● **Task item**
Lines holding the string "except" in the listing below are to be copied.

● **Record extracts**

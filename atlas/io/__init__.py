"""Reading spectrum files: one small module per format and one picker.

Each reader module exposes ``NAME``, ``DESCRIPTION``, ``can_read(path) -> bool``
(a cheap sniff that never raises) and ``read(path, **options) -> xarray.Dataset``
(a Spectrum, see :mod:`atlas.spectrum`).  :func:`read` asks each reader in the
order of ``READERS`` whether it can read a file and lets the first that says yes
read it; :func:`detect` names that reader.  Every problem with a file ends as
``InputError(path, reason)``.  Gzip or bzip2 files (by their first bytes) are
unpacked to a temporary copy first (:mod:`atlas.io.compressed`).
"""

from __future__ import annotations

import os

from atlas.errors import InputError
from atlas.io import (
    compressed,
    fits_echelle,
    fits_image,
    fits_linear,
    fits_multispec,
    fits_table,
    text,
    validate,
)

#: Readers in the order they are asked (the most specific FITS layout first).
READERS = (fits_multispec, fits_echelle, fits_linear, fits_image, fits_table, text)

FORMATS = {r.NAME: r for r in READERS}


def _reader_named(name: str):
    try:
        return FORMATS[name]
    except KeyError:
        raise InputError(
            "--format", f"unknown format {name!r}; known: {', '.join(FORMATS)}"
        ) from None


def detect(path) -> str:
    """Name of the reader for a file (one of ``FORMATS``: ``fits_multispec``, ``fits_echelle``, ...).

    Raises ``InputError`` when the file is missing, empty, a broken FITS file or
    in no format we read.
    """
    p = validate.check_file(path)
    if compressed.kind(p):
        with compressed.unpacked(p) as inner:
            return detect(inner)
    for reader in READERS:
        if reader.can_read(p):
            return reader.NAME
    if validate.is_fits(p):
        from atlas.io import fitsutil

        with fitsutil.open_fits(p):  # raises for truncated or corrupt files
            pass
        raise InputError(
            p,
            "no spectrum in this FITS file: no 1-D image, no table and no echelle orders"
            " with a WAVELENGTH image",
        )
    raise InputError(
        p, "not a spectrum file: neither FITS nor a text table with a wavelength column"
    )


def read(
    path, *, format: str | None = None, wave_unit: str | None = None, medium: str | None = None
):
    """Read a spectrum file into a Spectrum (``xarray.Dataset``, wavelengths in Å).

    ``format`` forces a reader by name; ``wave_unit`` gives the wavelength unit
    where the file names none; ``medium`` (``air``/``vacuum``) overrides the
    file's medium.
    """
    validate.check_medium_option(medium)
    p = validate.check_file(os.fspath(path))
    if compressed.kind(p):
        from atlas.spectrum import sha256_of

        with compressed.unpacked(p) as inner:
            ds = read(inner, format=format, wave_unit=wave_unit, medium=medium)
        ds.attrs.update(source_path=os.path.abspath(p), source_sha256=sha256_of(p))
        ds.attrs["compression"] = compressed.kind(p)
        return ds
    reader = _reader_named(format) if format else FORMATS[detect(p)]
    try:
        return reader.read(p, wave_unit=wave_unit, medium=medium)
    except InputError:
        raise
    except (OSError, ValueError, TypeError, KeyError, IndexError, AttributeError) as exc:
        # The reader's own checks should have caught this; never show a traceback.
        raise InputError(p, f"cannot read as {reader.NAME}: {validate.short_reason(exc)}") from None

● **Response to the exercise**
    except KeyError:
    except InputError:
    except (OSError, ValueError, TypeError, KeyError, IndexError, AttributeError) as exc:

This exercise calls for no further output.